Write out only the final part of the records below. It begins with the line that contains "# The start" and ends with the last line.

(Stored data)
○ ○ ○ ○ ○
"""The offgrid text UI: one app, made by :func:`make_app` for the CLI and the tests alike."""

from __future__ import annotations

import contextlib
import re
from collections.abc import Callable, Iterable
from pathlib import Path
from typing import TYPE_CHECKING

from textual import events
from textual.app import App, SystemCommand
from textual.binding import Binding
from textual.screen import Screen
from textual.theme import Theme

from offgrid.tui import messages
from offgrid.tui.screens.dialogs import ConfirmDialog, MessageDialog, PathDialog
from offgrid.tui.screens.work import WorkScreen
from offgrid.tui.session import EditRejected, Session
from offgrid.tui.state import (
    Recovery,
    RecoveryStore,
    discard_recovery,
    recent_projects,
    remember_project,
    state_dir,
)
from offgrid.tui.text import plain_terminal, printable
from offgrid.tui.widgets.bars import SECTIONS

if TYPE_CHECKING:
    from offgrid.tui.commands import KeyGroup

# The start screen, the recovery, help and generator dialogs and the key lists are
# imported where they are first shown: opening a project paints without them.

AUTOSAVE_SECONDS = 0.0  # kept for callers; the recovery copy is written after every edit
○ ○ ○ ○ ○
Reply to the task:
# The start screen, the recovery, help and generator dialogs and the key lists are
# imported where they are first shown: opening a project paints without them.

AUTOSAVE_SECONDS = 0.0  # kept for callers; the recovery copy is written after every edit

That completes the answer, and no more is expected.